- _Data for this task_
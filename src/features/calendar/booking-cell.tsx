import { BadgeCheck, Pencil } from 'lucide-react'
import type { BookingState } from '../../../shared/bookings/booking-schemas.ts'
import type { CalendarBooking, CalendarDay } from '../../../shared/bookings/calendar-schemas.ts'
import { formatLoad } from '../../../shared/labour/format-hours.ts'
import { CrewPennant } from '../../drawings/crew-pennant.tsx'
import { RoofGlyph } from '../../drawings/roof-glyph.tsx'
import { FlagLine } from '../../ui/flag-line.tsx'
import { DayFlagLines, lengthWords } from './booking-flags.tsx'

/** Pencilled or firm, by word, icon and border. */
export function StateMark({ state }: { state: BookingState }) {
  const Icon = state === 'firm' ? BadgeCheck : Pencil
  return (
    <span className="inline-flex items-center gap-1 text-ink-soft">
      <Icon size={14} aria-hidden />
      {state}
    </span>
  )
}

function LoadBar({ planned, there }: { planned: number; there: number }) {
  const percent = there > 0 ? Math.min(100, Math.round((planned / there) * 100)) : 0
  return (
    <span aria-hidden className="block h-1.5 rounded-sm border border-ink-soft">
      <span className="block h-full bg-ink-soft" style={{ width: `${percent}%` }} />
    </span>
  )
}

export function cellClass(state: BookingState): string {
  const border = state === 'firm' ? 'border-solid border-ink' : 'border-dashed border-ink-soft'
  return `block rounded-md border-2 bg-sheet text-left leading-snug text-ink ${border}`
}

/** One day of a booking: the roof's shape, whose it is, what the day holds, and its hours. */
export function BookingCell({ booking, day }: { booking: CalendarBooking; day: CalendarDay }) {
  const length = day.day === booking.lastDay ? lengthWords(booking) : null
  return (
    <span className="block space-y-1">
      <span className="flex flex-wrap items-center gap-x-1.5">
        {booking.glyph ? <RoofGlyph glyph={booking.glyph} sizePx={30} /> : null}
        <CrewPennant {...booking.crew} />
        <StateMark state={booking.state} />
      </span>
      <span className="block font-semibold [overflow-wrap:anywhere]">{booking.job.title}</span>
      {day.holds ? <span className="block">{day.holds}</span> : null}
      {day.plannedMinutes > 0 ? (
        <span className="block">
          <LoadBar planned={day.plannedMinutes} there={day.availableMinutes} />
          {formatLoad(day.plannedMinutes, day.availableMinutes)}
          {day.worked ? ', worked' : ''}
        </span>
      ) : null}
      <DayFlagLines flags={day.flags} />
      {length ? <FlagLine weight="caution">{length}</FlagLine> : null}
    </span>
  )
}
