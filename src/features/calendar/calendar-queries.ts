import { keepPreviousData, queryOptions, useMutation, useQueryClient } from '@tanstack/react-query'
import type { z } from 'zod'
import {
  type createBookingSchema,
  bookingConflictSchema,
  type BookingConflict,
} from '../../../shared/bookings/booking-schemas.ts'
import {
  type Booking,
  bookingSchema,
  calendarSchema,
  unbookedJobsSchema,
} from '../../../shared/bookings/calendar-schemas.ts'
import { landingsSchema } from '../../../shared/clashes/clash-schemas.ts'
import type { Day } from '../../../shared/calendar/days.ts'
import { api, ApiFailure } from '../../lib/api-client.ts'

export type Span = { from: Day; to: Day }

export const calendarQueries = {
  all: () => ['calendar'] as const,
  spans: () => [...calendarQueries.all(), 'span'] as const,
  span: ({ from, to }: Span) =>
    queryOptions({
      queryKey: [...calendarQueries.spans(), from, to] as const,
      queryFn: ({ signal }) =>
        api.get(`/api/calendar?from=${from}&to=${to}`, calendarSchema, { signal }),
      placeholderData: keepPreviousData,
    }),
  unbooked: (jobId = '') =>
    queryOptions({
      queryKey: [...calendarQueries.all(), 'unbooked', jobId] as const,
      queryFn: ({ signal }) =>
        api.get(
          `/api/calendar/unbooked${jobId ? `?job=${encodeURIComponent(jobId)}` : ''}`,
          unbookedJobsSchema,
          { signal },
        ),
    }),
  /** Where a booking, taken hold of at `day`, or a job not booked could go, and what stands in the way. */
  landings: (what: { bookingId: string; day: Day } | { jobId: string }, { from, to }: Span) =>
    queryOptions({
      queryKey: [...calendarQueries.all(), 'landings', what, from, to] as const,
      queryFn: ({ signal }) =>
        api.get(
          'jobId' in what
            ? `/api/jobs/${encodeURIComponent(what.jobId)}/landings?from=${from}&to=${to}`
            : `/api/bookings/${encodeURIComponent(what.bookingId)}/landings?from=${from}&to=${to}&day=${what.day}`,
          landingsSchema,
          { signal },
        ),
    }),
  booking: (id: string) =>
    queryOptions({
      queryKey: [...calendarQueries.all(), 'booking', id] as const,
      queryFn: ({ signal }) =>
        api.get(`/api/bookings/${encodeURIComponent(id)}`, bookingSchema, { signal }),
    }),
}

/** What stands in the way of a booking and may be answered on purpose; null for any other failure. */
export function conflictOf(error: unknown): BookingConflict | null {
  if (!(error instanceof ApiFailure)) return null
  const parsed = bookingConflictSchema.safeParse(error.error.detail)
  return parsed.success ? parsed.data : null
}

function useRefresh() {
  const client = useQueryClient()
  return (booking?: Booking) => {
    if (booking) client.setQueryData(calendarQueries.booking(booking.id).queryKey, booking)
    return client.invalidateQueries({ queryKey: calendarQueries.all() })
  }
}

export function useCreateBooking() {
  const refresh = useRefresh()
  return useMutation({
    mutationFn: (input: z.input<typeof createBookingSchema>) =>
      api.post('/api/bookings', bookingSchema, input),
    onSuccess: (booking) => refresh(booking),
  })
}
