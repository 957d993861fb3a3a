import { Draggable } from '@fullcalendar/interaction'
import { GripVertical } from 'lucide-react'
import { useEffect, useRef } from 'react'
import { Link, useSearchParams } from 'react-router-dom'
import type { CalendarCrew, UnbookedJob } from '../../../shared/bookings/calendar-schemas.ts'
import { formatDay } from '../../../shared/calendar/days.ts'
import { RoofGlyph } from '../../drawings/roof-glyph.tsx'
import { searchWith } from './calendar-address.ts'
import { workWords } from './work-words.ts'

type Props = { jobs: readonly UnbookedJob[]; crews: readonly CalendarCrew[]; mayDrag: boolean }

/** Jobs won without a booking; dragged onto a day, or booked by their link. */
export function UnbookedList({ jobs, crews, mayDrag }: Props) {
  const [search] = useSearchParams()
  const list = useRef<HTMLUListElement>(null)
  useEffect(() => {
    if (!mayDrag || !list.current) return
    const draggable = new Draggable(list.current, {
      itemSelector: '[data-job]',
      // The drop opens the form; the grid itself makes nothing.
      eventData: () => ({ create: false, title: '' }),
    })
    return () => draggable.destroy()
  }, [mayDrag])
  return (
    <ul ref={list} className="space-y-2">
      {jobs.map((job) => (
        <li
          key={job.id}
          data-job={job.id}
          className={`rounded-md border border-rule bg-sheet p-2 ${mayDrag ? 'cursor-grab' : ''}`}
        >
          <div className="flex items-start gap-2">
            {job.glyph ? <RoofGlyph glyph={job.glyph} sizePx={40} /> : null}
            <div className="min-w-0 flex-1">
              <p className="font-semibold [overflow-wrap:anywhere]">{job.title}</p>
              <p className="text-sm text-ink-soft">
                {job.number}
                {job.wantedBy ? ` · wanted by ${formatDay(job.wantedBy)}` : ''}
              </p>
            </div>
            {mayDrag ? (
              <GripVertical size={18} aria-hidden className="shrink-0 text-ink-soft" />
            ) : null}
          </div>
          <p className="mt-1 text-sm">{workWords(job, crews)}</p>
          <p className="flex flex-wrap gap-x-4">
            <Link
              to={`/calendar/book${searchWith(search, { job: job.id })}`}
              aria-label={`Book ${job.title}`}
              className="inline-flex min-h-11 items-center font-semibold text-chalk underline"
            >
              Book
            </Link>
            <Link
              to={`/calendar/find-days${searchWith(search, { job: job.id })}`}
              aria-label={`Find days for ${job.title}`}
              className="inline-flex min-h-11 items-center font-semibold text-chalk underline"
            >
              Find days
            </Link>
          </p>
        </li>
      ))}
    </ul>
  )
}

==

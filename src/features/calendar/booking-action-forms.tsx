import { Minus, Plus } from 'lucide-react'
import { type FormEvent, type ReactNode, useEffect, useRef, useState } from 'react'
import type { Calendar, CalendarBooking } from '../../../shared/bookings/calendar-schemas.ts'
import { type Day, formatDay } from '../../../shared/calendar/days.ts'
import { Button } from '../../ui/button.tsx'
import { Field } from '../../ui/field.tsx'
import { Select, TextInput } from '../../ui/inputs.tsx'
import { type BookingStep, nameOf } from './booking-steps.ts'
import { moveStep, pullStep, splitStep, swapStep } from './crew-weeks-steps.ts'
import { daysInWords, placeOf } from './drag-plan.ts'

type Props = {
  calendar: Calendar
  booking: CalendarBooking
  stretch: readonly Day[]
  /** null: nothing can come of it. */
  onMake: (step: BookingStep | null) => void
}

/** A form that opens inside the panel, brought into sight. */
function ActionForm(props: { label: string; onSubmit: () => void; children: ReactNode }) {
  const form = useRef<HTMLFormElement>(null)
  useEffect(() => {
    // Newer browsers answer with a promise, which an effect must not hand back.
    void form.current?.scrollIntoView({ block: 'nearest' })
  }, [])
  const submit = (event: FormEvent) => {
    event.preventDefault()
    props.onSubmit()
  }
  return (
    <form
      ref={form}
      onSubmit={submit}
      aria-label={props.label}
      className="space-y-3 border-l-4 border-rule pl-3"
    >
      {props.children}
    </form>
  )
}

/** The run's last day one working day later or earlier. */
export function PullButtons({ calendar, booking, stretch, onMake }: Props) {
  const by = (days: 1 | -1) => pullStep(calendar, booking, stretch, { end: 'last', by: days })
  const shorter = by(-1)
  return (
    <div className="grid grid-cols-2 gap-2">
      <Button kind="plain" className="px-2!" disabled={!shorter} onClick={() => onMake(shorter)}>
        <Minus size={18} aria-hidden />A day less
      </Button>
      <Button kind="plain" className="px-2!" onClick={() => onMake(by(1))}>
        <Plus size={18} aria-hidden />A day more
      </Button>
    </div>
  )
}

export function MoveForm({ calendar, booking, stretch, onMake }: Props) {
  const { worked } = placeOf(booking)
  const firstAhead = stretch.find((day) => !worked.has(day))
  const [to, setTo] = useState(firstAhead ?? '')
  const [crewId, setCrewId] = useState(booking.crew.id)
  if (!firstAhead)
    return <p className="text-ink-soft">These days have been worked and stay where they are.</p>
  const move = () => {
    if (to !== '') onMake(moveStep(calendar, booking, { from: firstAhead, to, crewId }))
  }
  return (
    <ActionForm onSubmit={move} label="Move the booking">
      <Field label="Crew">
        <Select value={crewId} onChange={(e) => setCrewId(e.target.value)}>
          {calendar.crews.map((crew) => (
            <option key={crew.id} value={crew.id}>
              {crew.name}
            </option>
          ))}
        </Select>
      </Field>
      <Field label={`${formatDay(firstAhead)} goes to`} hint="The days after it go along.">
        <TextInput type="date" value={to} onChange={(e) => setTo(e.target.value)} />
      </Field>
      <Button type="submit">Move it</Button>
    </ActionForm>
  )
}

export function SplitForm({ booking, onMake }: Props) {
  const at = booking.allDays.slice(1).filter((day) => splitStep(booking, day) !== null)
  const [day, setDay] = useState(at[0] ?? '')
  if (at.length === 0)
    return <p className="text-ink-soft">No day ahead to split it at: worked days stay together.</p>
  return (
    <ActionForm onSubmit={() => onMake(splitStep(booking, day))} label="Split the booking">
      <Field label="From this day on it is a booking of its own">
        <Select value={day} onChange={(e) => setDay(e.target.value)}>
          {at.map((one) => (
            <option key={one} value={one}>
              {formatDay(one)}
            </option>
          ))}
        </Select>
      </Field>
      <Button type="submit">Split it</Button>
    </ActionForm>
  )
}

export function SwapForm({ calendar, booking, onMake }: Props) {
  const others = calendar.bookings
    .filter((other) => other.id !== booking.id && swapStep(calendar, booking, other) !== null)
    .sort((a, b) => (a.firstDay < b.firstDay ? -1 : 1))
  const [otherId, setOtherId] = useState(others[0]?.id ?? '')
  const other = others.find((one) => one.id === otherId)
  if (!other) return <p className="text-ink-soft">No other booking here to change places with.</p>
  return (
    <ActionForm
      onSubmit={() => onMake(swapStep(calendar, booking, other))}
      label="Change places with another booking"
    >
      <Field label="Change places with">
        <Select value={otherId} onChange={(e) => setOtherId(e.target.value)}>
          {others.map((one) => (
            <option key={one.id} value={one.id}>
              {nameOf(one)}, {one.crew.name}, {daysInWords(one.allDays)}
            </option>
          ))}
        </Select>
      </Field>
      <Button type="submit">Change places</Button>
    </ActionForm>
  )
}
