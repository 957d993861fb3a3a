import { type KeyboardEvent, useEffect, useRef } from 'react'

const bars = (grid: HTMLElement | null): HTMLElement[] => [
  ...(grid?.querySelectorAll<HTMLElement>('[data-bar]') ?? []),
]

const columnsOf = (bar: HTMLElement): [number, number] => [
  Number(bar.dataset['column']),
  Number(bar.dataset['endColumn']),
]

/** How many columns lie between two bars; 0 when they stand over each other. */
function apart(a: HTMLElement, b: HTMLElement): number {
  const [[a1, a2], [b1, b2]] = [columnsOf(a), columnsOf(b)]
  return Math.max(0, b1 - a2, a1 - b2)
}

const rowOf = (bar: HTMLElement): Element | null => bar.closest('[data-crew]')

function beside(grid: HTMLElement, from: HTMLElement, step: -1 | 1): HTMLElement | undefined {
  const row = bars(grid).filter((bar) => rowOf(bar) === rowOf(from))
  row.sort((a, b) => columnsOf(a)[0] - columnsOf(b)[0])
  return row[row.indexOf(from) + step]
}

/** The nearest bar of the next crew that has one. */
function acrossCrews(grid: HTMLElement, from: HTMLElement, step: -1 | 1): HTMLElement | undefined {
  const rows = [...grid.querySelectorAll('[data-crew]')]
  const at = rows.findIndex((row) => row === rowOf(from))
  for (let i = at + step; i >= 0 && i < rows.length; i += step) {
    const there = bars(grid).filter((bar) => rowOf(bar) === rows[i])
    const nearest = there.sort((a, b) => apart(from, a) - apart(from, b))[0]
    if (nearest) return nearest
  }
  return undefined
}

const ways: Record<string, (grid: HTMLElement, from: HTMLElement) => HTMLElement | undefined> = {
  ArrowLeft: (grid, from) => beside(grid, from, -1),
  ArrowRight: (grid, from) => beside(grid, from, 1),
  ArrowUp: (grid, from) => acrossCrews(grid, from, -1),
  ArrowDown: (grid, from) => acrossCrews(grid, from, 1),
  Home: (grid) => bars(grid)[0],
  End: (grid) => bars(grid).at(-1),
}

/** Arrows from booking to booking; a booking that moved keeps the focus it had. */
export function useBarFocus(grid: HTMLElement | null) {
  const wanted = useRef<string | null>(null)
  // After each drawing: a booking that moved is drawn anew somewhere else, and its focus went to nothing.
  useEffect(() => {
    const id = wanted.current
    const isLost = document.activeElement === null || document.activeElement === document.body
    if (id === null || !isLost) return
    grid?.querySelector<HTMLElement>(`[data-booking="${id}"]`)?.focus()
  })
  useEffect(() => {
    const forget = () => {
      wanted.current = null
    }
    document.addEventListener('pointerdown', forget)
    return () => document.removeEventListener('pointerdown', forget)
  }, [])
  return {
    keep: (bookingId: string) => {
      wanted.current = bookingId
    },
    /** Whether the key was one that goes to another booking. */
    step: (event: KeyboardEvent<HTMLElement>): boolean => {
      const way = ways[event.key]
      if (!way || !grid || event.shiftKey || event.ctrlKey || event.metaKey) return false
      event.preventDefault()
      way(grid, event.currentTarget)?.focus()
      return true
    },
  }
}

- _Assignment_
Respond with a number only: how many lines in the material contain the string "space"?

- _Written answer_
3